L’immagine di una lacrima


Il genocidio della poesia s’ingegna sulla misura della primavera per capire la guerra delle api. Si’, davvero arriva alla giustizia della politica Andreotti s’immolo’ sulla Costituzione perché aveva bisogno di una regola per masturbarla fino a ridere a crepapelle. E’ cosi’ che ha amato l’Italia. Ho paura. Ho paura della fine. Forse vivro’, ma la fine arriverà prima della morte. Perché la fine è antecedente. Anche il divo Giulio era antecedente. E cosi’ vinse la fine, morendo dopo. Ma diventando Papa. Divento una custodia dell’arte per essere prigioniero del sesso giocando a calcio in una comunità di maestre che uccidono la poesia guardandosi allo specchio. Una lacrima scende da un nesso che collega il rumore dei bambini e il corpo dei pompieri che fa un pompino alla pompa dell’anima, dall’interno. Pensiamoci. Perché la poesia abbraccia il papa come un handicappato. Ed è cosi’ che io la ricordo, pregando alla fine di una chiesa.
Non è vero che non c’entra. C’entra. Per chi crede tutto c’entra, c’entra ed è cieco, questo è il re. Questo è il re dei non vedenti che non vede perché è lui che non vede. Io mi concentro, ma non capisco. E allora applaudiamo. Perché non siamo ciechi. Ridiamo e vediamo l’immagine di noi stessi riflessi nelle labbra di una lacrima che scende senza fede. Ora è mezzanotte. Testimonio che ho visto uno che osserva un tempo che non c’è in un’isola che non ha alibi per non esistere, ma c’è. Io no. Non ancora. E ci saro’ quando esistero’. Ma prendo decisioni. Collegando i nessi tra i cani e i ciechi.

Armi e bagagliaio, fritti c’incamminiam


Un’america di superpolli reagisce alle filippiche della branzina al vapore e gode di una pancia ripiena di spermatozii nell’accarezzare penne nude in nuova guinea. Una sfrappola si lascia leccare a Carnevale per scherzo e una nuova speranza le nasce nella magia di orecchini dorati al polso della regina di Svezia mentre bacia la turca nel bagno. Mi piacciono i Maya, specie in brodo, un popolo mitico specie perché estinto se no sarebbe in via di sviluppo. Una sensazione gratta le palle alle gonadi della prostata in calore, mentre la micetta si lecca una passera ringalluzzita dalle corna dell’unicorno impazzito. Aristotele mangia un budino alla crema mentre scodinzola davanti alla ciotola in cucina e io preparo i garganelli allo stracchino di cioccolato triste, ma ganzo.
L’unione delle repubbliche socialiste sovietiche è stato un sogno di una notte di mezza estate che ora si scioglie di voti a Renzi che ronza in una banana di crediti e debiti. All’armi cittadini. Possa tu credere che dio esiste e vivere nella matrice interna del suo sfintere finché morte non vi separi e ti permetta di tornare allo stato liquido.
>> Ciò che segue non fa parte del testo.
def test_measure_exit_status_follows_the_tolerance(photos, tmp_path, capsys):
    good, bad = photos
    log = tmp_path / "log.sqlite"
    common = ["-w", "632.8", "--spec", SPEC, "--log", log, "--json", "--operator", "Tamsin Ode",
              "--station", "bench-2"]
    status, out, _ = run_cli(capsys, "measure", good, "--part", "BW-FL-0412", *common)
    assert status == 0
    rec = json.loads(out)
    assert rec["spec"]["verdict"] == "pass" and isinstance(rec["record_id"], int)
    assert rec["spec"]["tolerance"] == SPEC
    assert {x["name"] for x in rec["spec"]["limits"]} == {"A", "pvr"}
    status, out, _ = run_cli(capsys, "measure", bad, "--part", "BW-FL-0413", *common)
    assert status == 1
    assert json.loads(out)["spec"]["verdict"] == "fail"
    status, out, _ = run_cli(capsys, "measure", good, bad, *common)
    assert status == 1  # the highest status of the batch
    assert len(out.splitlines()) == 2
    status, _, err = run_cli(capsys, "measure", good, "-w", "632.8", "--spec", "3/1(0.5",
                             "--log", log)
    assert status == 2 and "at character 8" in err  # the missing ')'
    assert len(err.strip().splitlines()) == 1
    before = len(inspection_log.query(log))
    status, out, _ = run_cli(capsys, "measure", good, "-w", "632.8", "--no-log", "--json")
    assert status == 0 and "record_id" not in json.loads(out)
    assert len(inspection_log.query(log)) == before == 4


def test_guarded_decision_exits_5_when_inconclusive_and_the_worst_status_wins(photos, tmp_path,
                                                                              capsys):
    good, bad = photos
    # a stated reference-flat uncertainty of 40 nm (k = 2) makes every figure's U at least
    # 40 nm: U = k * sqrt(sum of u_i^2) >= k * 40 / 2 (JCGM 100:2008, 5.1.2 and 6.2.1).
    # The good photo's PVr is about 69 nm (power only, 2 sqrt(3) x 20 nm; Noll 1976), so
    # "pvr<=75nm" lies within U of it: inconclusive under the guarded rule (ISO 14253-1)
    common = ["-w", "632.8", "--spec", "pvr<=75nm", "--decision", "guarded",
              "--reference-uncertainty", "40", "--no-log", "--json"]
    status, out, err = run_cli(capsys, "measure", good, *common)
    assert status == 5, err
    rec = json.loads(out)
    spec = rec["spec"]
    assert spec["verdict"] == "inconclusive" and spec["decision_rule"] == "guarded"
    assert spec["limits"][0]["uncertainty_nm"] >= 40.0
    assert rec["uncertainty"]["pvr_nm"] == spec["limits"][0]["uncertainty_nm"]
    assert rec["uncertainty_budget"]["reference_uncertainty_nm"] == 40.0
    # the bad photo's PVr, about 201 nm (spherical 60 nm x 3.354: Noll's
    # Z11 = sqrt(5)(6 rho^4 - 6 rho^2 + 1) spans 1.5 sqrt(5) over the disk), minus U is
    # still beyond 75 nm: it fails (1), which outranks inconclusive (5); a missing file
    # (2) outranks both
    status, out, err = run_cli(capsys, "measure", good, bad, *common)
    assert status == 1, err
    assert [json.loads(line)["spec"]["verdict"] for line in out.splitlines()] == [
        "inconclusive", "fail"]
    status, out, err = run_cli(capsys, "measure", good, tmp_path / "missing.png", *common)
    assert status == 2 and len(out.splitlines()) == 1


@pytest.fixture(scope="module")
def filled_log(photos, tmp_path_factory):
    good, bad = photos
    log = tmp_path_factory.mktemp("log") / "log.sqlite"
    for photo, part in ((good, "BW-FL-0412"), (bad, "BW-FL-0413"), (good, "BW-FL-0412")):
        main(["measure", str(photo), "-w", "632.8", "--spec", SPEC, "--log", str(log),
              "--part", part, "--operator", "Ruben Halloway", "--station", "bench-2"])
    return log


def test_history_json_csv_and_table(filled_log, capsys):
    status, out, _ = run_cli(capsys, "history", "--log", filled_log, "--json")
    assert status == 0
    rows = [json.loads(line) for line in out.splitlines()]
    assert [r["record_id"] for r in rows] == [3, 2, 1]  # newest first
    assert [r["verdict"] for r in rows] == ["pass", "fail", "pass"]
    for r in rows:  # the fields of measure --json plus the record's own
        for key in ("photo_sha256", "pv_nm", "pvr_nm", "zernike", "settings", "spec",
                    "record_id", "logged_utc", "part", "operator", "station"):
            assert key in r
    status, out, _ = run_cli(capsys, "history", "--log", filled_log, "--csv", "--verdict", "fail")
    table = list(csv.DictReader(io.StringIO(out)))
    assert [(t["record_id"], t["part"], t["verdict"]) for t in table] == [
        ("2", "BW-FL-0413", "fail")]
    assert float(table[0]["pvr_nm"]) > 150.0
    status, out, _ = run_cli(capsys, "history", "--log", filled_log, "--part", "BW-FL-0412")
    assert status == 0 and "BW-FL-0412" in out and "BW-FL-0413" not in out
    assert max(len(line) for line in out.splitlines()) <= 80
    status, _, err = run_cli(capsys, "history", "--log", filled_log.parent / "none.sqlite")
    assert status == 2 and "no inspection log" in err


def test_trend_shows_limit_and_pass_rate(filled_log, capsys, monkeypatch):
    monkeypatch.setenv("COLUMNS", "80")
    status, out, _ = run_cli(capsys, "trend", "--log", filled_log, "--figure", "pvr_nm")
    assert status == 0
    assert "pass rate 2/3 (66.7 %)" in out
    assert "limit 150.0 nm (pvr of 3/1(-), pvr<=150nm)" in out
    plot = [line for line in out.splitlines() if "│" in line]
    assert any("---" in line for line in plot)
    assert sum(line.count("x") for line in plot) == 1
    assert sum(line.count("o") for line in plot) >= 1
    assert max(len(line) for line in out.splitlines()) <= 80


def test_trend_lines_against_a_hand_placement():
    t0 = datetime(2026, 11, 1, tzinfo=UTC)
    points = [(t0, 0.0, "pass"), (t0 + timedelta(days=5), 50.0, "fail"),
              (t0 + timedelta(days=10), 100.0, None)]
    lines = cmd_records.trend_lines(points, width=60, height=11, limits_nm=[40.0])
    body = [line.split("│", 1)[1] for line in lines[:11]]
    # range 0..100 padded by 5 %: -5..105, 11 rows -> row = round((105 - v) / 110 * 10)
    rows = {v: round((105 - v) / 110 * 10) for v in (0.0, 50.0, 100.0, 40.0)}
    width = len(body[0])
    assert body[rows[0.0]][0] == "o"
    assert body[rows[50.0]][round(0.5 * (width - 1))] == "x"
    assert body[rows[100.0]][width - 1] == "*"
    assert set(body[rows[40.0]]) == {"-"}
    assert lines[-1].strip().startswith("2026-11-01") and lines[-1].rstrip().endswith("00:00")
    assert all(len(line) <= 60 for line in lines)


def test_an_inconclusive_record_is_marked_and_counted_as_not_passed(tmp_path, capsys,
                                                                    monkeypatch):
    t0 = datetime(2026, 11, 1, tzinfo=UTC)
    points = [(t0, 10.0, "inconclusive"), (t0 + timedelta(days=1), 10.0, "pass")]
    lines = cmd_records.trend_lines(points, width=40, height=5)
    assert "?" in "".join(lines) and "o" in "".join(lines)
    # where an inconclusive and a fail share a cell, the fail stays visible
    lines = cmd_records.trend_lines([(t0, 10.0, "inconclusive"),
                                     (t0 + timedelta(minutes=1), 10.0, "fail"),
                                     (t0 + timedelta(days=10), 20.0, "pass")],
                                    width=40, height=5)
    assert "x" in "".join(lines) and "?" not in "".join(lines)
    log = tmp_path / "log.sqlite"
    for day, verdict in ((1, "pass"), (2, "inconclusive"), (3, "fail")):
        inspection_log.record_measurement(
            log, {"pvr_nm": 60.0 + day, "spec": {"tolerance": "pvr<=62nm", "verdict": verdict}},
            part="BW-FL-0412", logged_utc=f"2026-11-0{day}T08:00:00Z")
    monkeypatch.setenv("COLUMNS", "80")
    status, out, _ = run_cli(capsys, "trend", "--log", log)
    assert status == 0 and "pass rate 1/3 (33.3 %)" in out and "? inconclusive" in out
    status, out, _ = run_cli(capsys, "history", "--log", log, "--verdict", "inconclusive",
                             "--json")
    assert status == 0 and [json.loads(x)["pvr_nm"] for x in out.splitlines()] == [62.0]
Conati? Sì, dica trentatré.


Ammazzo un cavallo e torno. Mentre mio marito si trastulla il pene con una sudafricana di cape town io posto un importante fiume congolese sul mio blog e decifro le tredici bare che volteggiano sulla mia testa per atterrare in una capanna solitaria e fare l’amore col pastore di anime. Una vulgata che si adegua al matrimonio delle cause civili non può dirsi veramente surreale se non lecca i piedi alle suole ammattite di una capinera.
Trentatré gatti si masturbano in coro sui tetti di una parrucchiera mentre prova le parrucche alle malate di troppa carità per affondare un martello sulle spalle di Batman prima che si trasformi in un vampiro e poi in un pipistrello sorridente che fa il ditino.
Una nuova Zelanda vogliamo. Che ci protegga dal massacro che si prefigge la baronessa rossa che ci guarda dall’alto del cosmo in tunica e mutande dal cui buco passa una lunga coda da lucertola marrone e nera.

Attenti al lupo


Un bonzo d’oro mi parla dalle similitudini dello spazio e prega affinché la specie umana si perpetui nel tempo e si diffonda nello spazio. Una pace profonda regna nelle profondità dell’animo e s’impegna affinché l’ibrido risalente alla notte dei tempi maturi la coscienza di sé in una botte di vino. Una luce accompagna il bonzo mentre si allontana dal viscido reame di seta gialla. Nella scrofa di lupo che si rotola in un turgido rosa pallido, Alonso gioca a rubamazzo col morto e indovina la crosta terrestre tra un grillo pasquale e l’altro e si tuffa in un lago di midollo spinale.
Nevica. Nelle sale cinematografiche un batuffolo di cotone esige la tangente dai nuovi primi ministri dalle bretelle larghe. Charlie Chaplin governa un gruppo di burattini senza fili e si fa il bagno in una tinozza nella capanna natalizia insieme a galline dalle uova d’oro e frattali universali.
Le gonadi pesano fluttuanti in episodi di terrore alieno per scovare il buco del culo dell’universo nella cantina sotto casa insieme a un pozzo di petrolio che parla di penisole infuriate e repubbliche cisalpine che si masturbano insieme a regine asburgiche e pere cotte.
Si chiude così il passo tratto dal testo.